Published online Jul 28, 2014. doi: 10.3748/wjg.v20.i28.9497
Revised: February 14, 2014
Accepted: April 8, 2014
Published online: July 28, 2014
AIM: To investigate the effect of knockdown of Forkhead box M1 (FoxM1) on the proliferation and invasion capacities of human gallbladder carcinoma (GBC)-SD cells.
METHODS: Four FoxM1 shRNAs were transfected into GBC-SD cells with Lipofectamine 2000 to select the appropriate shRNA for down-regulation of FoxM1. A recombinant lentivirus for shFoxM1 (Lv-shFoxM1), which expresses FoxM1-speciﬁc shRNA, and a negative control carrying green fluorescent protein, which expresses a scrambled RNA, were constructed. After transfection with the recombinant adenovirus and screened with puromycin, RT-PCR and Western blot were utilized to evaluate the inhibition efficiency. Cell viability was evaluated by MTT assay, and cell migration and invasion were assessed using the Transwell system. Cells were suspended in serum-free medium and seeded into Transwell inserts either uncoated (for migration assay) or coated (for invasion assay) with growth factor-reduced Matrigel. To verify the involvement of FoxM1 in the senescence of tumor cells, staining of senescence β-galactosidase (SA β-gal), the widely used biomarker of cellular senescence, was also performed.
RESULTS: After successful transfection of four FoxM1 small interfering RNAs (shRNAs) with Lipofectamine 2000, the shF1822 was selected as the most appropriate shRNA according to its obvious inhibitory effect. The recombinant adenovirus was then constructed with the shF1822 and successfully transfected into the GBC-SD cells, resulting in the significant inhibition of FoxM1 expression at both the mRNA and protein levels, compared with the negative control (P < 0.05).
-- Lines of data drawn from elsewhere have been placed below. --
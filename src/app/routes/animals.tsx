import { Notice } from '@/components/ui/notice';
import { AnimalList } from '@/features/animals/components/animal-list';
import { useShell } from './shell';

export function AnimalsRoute() {
  const { collection } = useShell();
  if (!collection) return <Notice tone="info" title="You are not in any collection yet." />;
  return (
    <div className="flex flex-col gap-3">
      <h1 className="text-3xl font-extrabold">Animals</h1>
      <AnimalList collectionId={collection.collectionId} searchable />
    </div>
  );
}
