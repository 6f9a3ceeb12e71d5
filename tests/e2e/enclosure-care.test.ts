// Enclosure care on Today (docs/care-rules.md § Enclosure care): the demo's misting, spot-clean
// and rehouse tasks recorded with no signal, kept across a reload, and saved exactly once.
import { eq, gte } from 'drizzle-orm';
import type { Page } from 'playwright-core';
import { describe, expect, it } from 'vitest';
import { animals, events } from '../../server/db/schema/animals';
import { cutNetwork, restoreNetwork, underServiceWorker } from '../chromium';
import { expectAccessible, phonePage, screenshot, signInAsDemo, useE2e } from './support';

const env = useE2e();

const syncStatus = (page: Page) =>
  page
    .getByRole('status')
    .filter({ hasText: /saved|waiting|Saving|attention/ })
    .first()
    .innerText();
const item = (page: Page, name: string) =>
  page.getByRole('article', { name: new RegExp(`^${name},`) });

describe('enclosure care on today’s round', () => {
  it('mists, spot-cleans and rehouses offline, keeps them across a reload, and saves each once', async () => {
    const started = new Date();
    const { context, page, consoleErrors } = await phonePage(env.browser);
    await signInAsDemo(page, env.server.baseUrl, 'owner@northlight.test');
    await underServiceWorker(page);
    // The mantis is misted every 2 days, Rusty is due a spot-clean, and Stripes outgrew its tub
    // at its last molt (server/seed/demo.ts).
    await item(page, 'Mantra').waitFor();
    expect(await item(page, 'Mantra').innerText()).toMatch(/Mist[\s\S]*drinks the droplets/);
    expect(await item(page, 'Rusty').innerText()).toMatch(/Spot-clean/);
    expect(await item(page, 'Stripes').innerText()).toMatch(
      /Rehouse[\s\S]*Outgrown its enclosure since the molt on/,
    );
    await expect.poll(() => syncStatus(page)).toMatch(/All saved/);
    await expectAccessible(page, 'today with enclosure care');
    await item(page, 'Stripes').scrollIntoViewIfNeeded();
    await screenshot(page, 'enclosure-01-today-360');

    await cutNetwork(context);
    await item(page, 'Mantra').getByRole('button', { name: 'Misted', exact: true }).click();
    await item(page, 'Rusty').getByRole('button', { name: 'Spot-cleaned', exact: true }).click();
    await item(page, 'Stripes').getByRole('button', { name: 'Rehoused', exact: true }).click();
    await expect.poll(() => syncStatus(page), { timeout: 10_000 }).toMatch(/Offline · 3 waiting/);

    await page.reload();
    await page
      .locator('label')
      .filter({ has: page.getByRole('radio', { name: /^All/ }) })
      .click();
    await item(page, 'Mantra').waitFor();
    expect(await item(page, 'Mantra').innerText()).toMatch(/✓ Misted/);
    expect(await item(page, 'Rusty').innerText()).toMatch(/✓ Spot-cleaned/);
    expect(await item(page, 'Stripes').innerText()).toMatch(/✓ Rehoused/);
    await expect.poll(() => syncStatus(page), { timeout: 10_000 }).toMatch(/3 waiting/);
    await expectAccessible(page, 'enclosure care offline');
    await item(page, 'Stripes').scrollIntoViewIfNeeded();
    await screenshot(page, 'enclosure-02-offline-after-reload-360');

    await restoreNetwork(context);
    await expect.poll(() => syncStatus(page), { timeout: 20_000 }).toMatch(/All saved/);
    const saved = await env.server.ctx.database.db
      .select({ kind: events.kind, name: animals.name })
      .from(events)
      .innerJoin(animals, eq(animals.id, events.animalId))
      .where(gte(events.serverReceivedAt, started));
    expect(saved.map((e) => `${e.name} ${e.kind}`).sort()).toEqual([
      'Mantra misted',
      'Rusty spot_cleaned',
      'Stripes rehoused',
    ]);

    await page.setViewportSize({ width: 1280, height: 900 });
    await item(page, 'Stripes').scrollIntoViewIfNeeded();
    await screenshot(page, 'enclosure-03-saved-1280');
    expect(
      consoleErrors.filter((e) => !/ERR_INTERNET_DISCONNECTED|Failed to load resource/.test(e)),
    ).toEqual([]);
    await context.close();
  });
});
After transfection, down-regulation of FoxM1 significantly inhibited cell viability according to the MTT assay (P < 0.05). In addition, Transwell migration and invasion assays also suggested the suppression of invasion ability of the transfected cells. SA β-gal staining showed that down-regulation of FoxM1 could induce more senescent GBC cells (P < 0.05), suggesting the possible involvement of the senescence process of the FoxM1-deficient cells in GBC.
CONCLUSION: FoxM1 is functionally involved in viability of GBC cells, partially dependent on the inducement of cellular senescence, and is a potential target for GBC therapy.
Core tip: Gallbladder cancer is characterized by early metastases, thus it is in urgent need to identify novel therapies to enhance the therapeutic effect. We have previously reported that Forkhead box M1 (FoxM1) expression was closely correlated with gallbladder carcinoma differentiation, Nevin stage and metastasis, indicating the potential roles of FoxM1 in gallbladder carcinoma. In this study, by regulating the expression of FoxM1 with small interfering RNAs, we demonstrated the impact of FoxM1 on cellular viability in a human gallbladder carcinoma cell line, which was probably via the regulation of cellular senescence, revealing FoxM1 as a potential target for gallbladder carcinoma therapy.